There are countless ways for Sailors to pass time while on a ship for months on end. Some learn a new language or how to play an instrument, some prefer video games or movies and one Sailor aboard USS Princeton (CG 59) finds – and shares – comfort through poetry.
Lt. j.g. Cleopatra Haynes, from Jacksonville, Fla., the disbursing officer on board the Ticonderoga-class guided-missile cruiser, writes poetry to help relieve the stresses of being on deployment.
“Writing can be so therapeutic,” Haynes said. “It has always been a love of mine. I've been writing poems since I was in the third grade. Sometimes you don't realize how much of a load you're carrying until you put it on paper. Once it's written down your shoulders feel lighter. That's invaluable on this deployment.”
Not only does Haynes write her own poems, she also organizes, hosts and performs poetry slams on the ship. First organized in Chicago in 1984, a poetry slam is an event where poets perform spoken poetry in front of a live audience and a panel of judges.
“This form of performance widely drew in women and poets of color that felt excluded from traditional channels,” Haynes said.
Even with the high tempo of deployment, these slams help Haynes set aside time to write.
“Studying for my [Surface Warfare Officer] pin doesn’t leave a ton of time to write,” she said. “Having a poetry slam each month forces me to make time to write. It forces me to confront my feelings and to open up to other people.”
Before deployment, Haynes had frequented competitions in both her hometown and in San Diego, where Princeton is homeported, though she only ever competed once. Even though she gets nervous when she goes up in front of a crowd, she doesn’t let her nerves stop her.

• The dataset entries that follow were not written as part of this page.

def test_override_for_an_unknown_well_is_reported(field_files, result):
    from core.decline import WellOverride

    load = load_inputs(field_files["clean"], wells_path=field_files["header"], settings=result.settings)
    res = run_field(load, settings=result.settings, overrides={"NO-SUCH-WELL": WellOverride(b=0.5)})
    assert any("NO-SUCH-WELL" in m for m in res.summary["messages"])
    rep = res.load_report
    assert ((rep["file"] == "(run)") & rep["reason"].str.contains("NO-SUCH-WELL")).sum() == 1


# ------------------------------------------------------------------------------ incremental re-runs
# Reference: the full run itself (run_field on the same load, settings and overrides). The
# incremental steps must give the same tables to the last bit (check_exact), which is the
# contract the dashboard relies on.
_TABLES = ("wells", "monthly", "units", "fits", "candidates", "load_report")


def _assert_same_run(inc, full):
    for name in _TABLES:
        pd.testing.assert_frame_equal(getattr(inc, name), getattr(full, name), check_exact=True, obj=name)
    assert inc.summary == full.summary


@pytest.fixture(scope="module")
def sample_base():
    if not SAMPLE_PROD.exists():
        pytest.skip("sample field not generated yet")
    s = RunSettings(workers=1)
    load = load_inputs(SAMPLE_PROD, wells_path=SAMPLE_HEADER, settings=s)
    return load, s, run_field(load, settings=s)


def test_fit_regime_source_names_the_stage_boundary_the_fit_starts_after(sample_base):
    """The fit window starts at or after the stage tracker's regime start, and the wells table
    names which boundary that is (GOR peak, GOR rise above Rsi, bubble-point crossing)."""
    _, _, res = sample_base
    w = res.wells.set_index("well_id")
    stg = res.stages.set_index("well_id")
    src = w["fit_regime_source"].astype(str)
    named = src[src.str.startswith("stage tracker: ")]
    assert len(named) >= 10  # the sample field's staged oil wells
    col = {"GOR peak": "gor_peak_date", "GOR rise above Rsi": "stage2_end_date",
           "bubble-point crossing": "bubble_point_date"}
    seen = set()
    for wid, text in named.items():
        event = text.removeprefix("stage tracker: ")
        seen.add(event)
        assert stg.loc[wid, col[event]] == stg.loc[wid, "regime_start"], wid
        assert w.loc[wid, "fit_start"] >= stg.loc[wid, "regime_start"], wid
    assert {"GOR peak", "bubble-point crossing"} <= seen


def test_stage_one_wells_carry_the_provisional_forecast_note(sample_base):
    # Decline character changes at the bubble point (near-exponential above, hyperbolic below):
    # a forecast fitted above it is provisional, and the wells table says so.
    from core.run import STAGE1_NOTE

    _, _, res = sample_base
    w = res.wells
    s1 = w["stage"].eq(1).fillna(False) & w["status"].eq("ok")
    assert s1.sum() >= 10  # the Upper Sand and the young North Lobe wells
    assert w.loc[s1, "forecast_note"].str.contains(STAGE1_NOTE, regex=False).all()
    assert not w.loc[~s1, "forecast_note"].astype(str).str.contains("stage 1:", regex=False).any()


def test_rerun_wells_equals_the_full_run_and_an_override_removed(sample_base):
    from core.decline import WellOverride
    from core.run import rerun_wells

    load, s, base = sample_base
    ok = base.wells.loc[base.wells["status"] == STATUS_OK, "well_id"].tolist()
    w1, w2, w3 = ok[2], ok[9], ok[15]
    months = load.production.loc[load.production["well_id"] == w3, "month"].sort_values()
    ovs = {
        w1: WellOverride(b=0.3, reason="analogue", author="t"),
        w2: WellOverride(model="exponential", fit_start=months.iloc[len(months) // 2] if w2 == w3 else None,
                         reason="forced", author="t"),
        w3: WellOverride(exclude_months=tuple(months.iloc[-6:-4]), fit_end=months.iloc[-2], reason="test", author="t"),
    }
    full = run_field(load, settings=s, overrides=ovs)
    inc = rerun_wells(base, load, settings=s, overrides=ovs, wells=[w1, w2, w3])
    _assert_same_run(inc, full)
    assert inc.timings["wells_refitted"] == 3
    assert "b=0.3" in inc.wells.set_index("well_id").loc[w1, "override"]
    # removing one override (the well is named): back to the full run without it
    fewer = {k: v for k, v in ovs.items() if k != w1}
    _assert_same_run(rerun_wells(inc, load, settings=s, overrides=fewer, wells=[w1]),
                     run_field(load, settings=s, overrides=fewer))
    # a changed override the caller forgot to name is found from the fits' override column
    _assert_same_run(rerun_wells(inc, load, settings=s, overrides=fewer, wells=[]),
                     run_field(load, settings=s, overrides=fewer))


def test_rerun_wells_when_the_override_widens_the_fit_batch(sample_base):
    from core.decline import WellOverride
    from core.run import rerun_wells

    load, s, base = sample_base
    # the longest history, fitted from its first month: more months than any fit window, so
    # the padded width of the whole batch changes and every fitted well is redone
    p = load.production
    longest = p.groupby("well_id")["month"].count().idxmax()
    first = p.loc[p["well_id"] == longest, "month"].min()
    ovs = {longest: WellOverride(fit_start=first, reason="whole life", author="t")}
    full = run_field(load, settings=s, overrides=ovs)
    assert full.fits["n_months_used"].max() > base.fits["n_months_used"].max()
    inc = rerun_wells(base, load, settings=s, overrides=ovs, wells=[longest])
    _assert_same_run(inc, full)
    assert inc.timings["wells_refitted"] > 1


def test_rerun_forecast_equals_the_full_run(sample_base):
    from core.run import rerun_forecast

    load, s, base = sample_base
    for s2 in (RunSettings(workers=1, econ_limit_bopd=4.0, horizon_years=25.0, terminal_decline=0.1, econ_limit_mcfd=20.0),
               RunSettings(workers=1, oil_price=65.0, gas_price=2.0, opex_per_month=2500.0, nri=0.8, severance_tax=0.05)):
        _assert_same_run(rerun_forecast(base, load, settings=s2), run_field(load, settings=s2))


def test_incremental_reruns_refuse_changes_that_need_a_refit(sample_base):
    from core.run import rerun_forecast, rerun_wells

    load, s, base = sample_base
    with pytest.raises(ValueError, match="b_max"):
        rerun_forecast(base, load, settings=RunSettings(workers=1, b_max=1.0))
    with pytest.raises(ValueError, match="as_of"):
        rerun_forecast(base, load, settings=RunSettings(workers=1, as_of="2025-01"))
    with pytest.raises(ValueError, match="econ_limit_bopd"):
        rerun_wells(base, load, settings=RunSettings(workers=1, econ_limit_bopd=3.0), overrides=None, wells=[])
    from core.decline import WellOverride

    w = base.wells["well_id"].iloc[0]
    with pytest.raises(ValueError, match="rerun_wells"):
        rerun_forecast(base, load, settings=s, overrides={w: WellOverride(b=0.2)})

“I'm naturally a very shy person and sharing my thoughts has always been a bit intimidating,” said Haynes. “My parents and pastor used to make me get in front of the congregation at church and read my poems. It was meant to give me confidence and share the message they felt God gave me. I was always super scared. My voice would tremble uncontrollably until I finally finished. Over the years I've gotten more comfortable. My voice doesn't shake, but during really vulnerable pieces you can see my foot shaking if you pay attention.”
As much as she enjoys writing and performing, what makes her even happier is to see others go up in front of everyone and perform their own poems and open up to those they see and work with every day.
“Just as it is encouraging for me to go up and read my poems, it is just as enlightening to see and hear from the rest of the crew just what pains and grievances we all go through and to be able to relate on a personal level…[it]makes it easier to open up and truly be a family on board Princeton,” said Electronics Technician 3rd Class Darius Swan, of Gilbert, Ariz.
“It makes me so happy to see people just show up. I love when we support and encourage each other,” Haynes said. “When Sailors participate it blows my mind. Especially when the pieces are obviously genuine and vulnerable. I'm in my thirties and I'm just getting comfortable enough to really express the way I feel about things. I didn't have the courage they have. It really fills me with pride and I respect them so much more.”
“The poetry slams have had a way in my relationships onboard, strengthened older ones, and fostered new ones into being,” said Swan. “As always, I cannot wait until the next one.”
Princeton is part of Nimitz Carrier Strike Group and is deployed to the U.S. 5th Fleet area of operations to ensure maritime stability and security in the Central Region, connecting the Mediterranean and Pacific through the Western Indian Ocean and three critical chokepoints to the free flow of global commerce.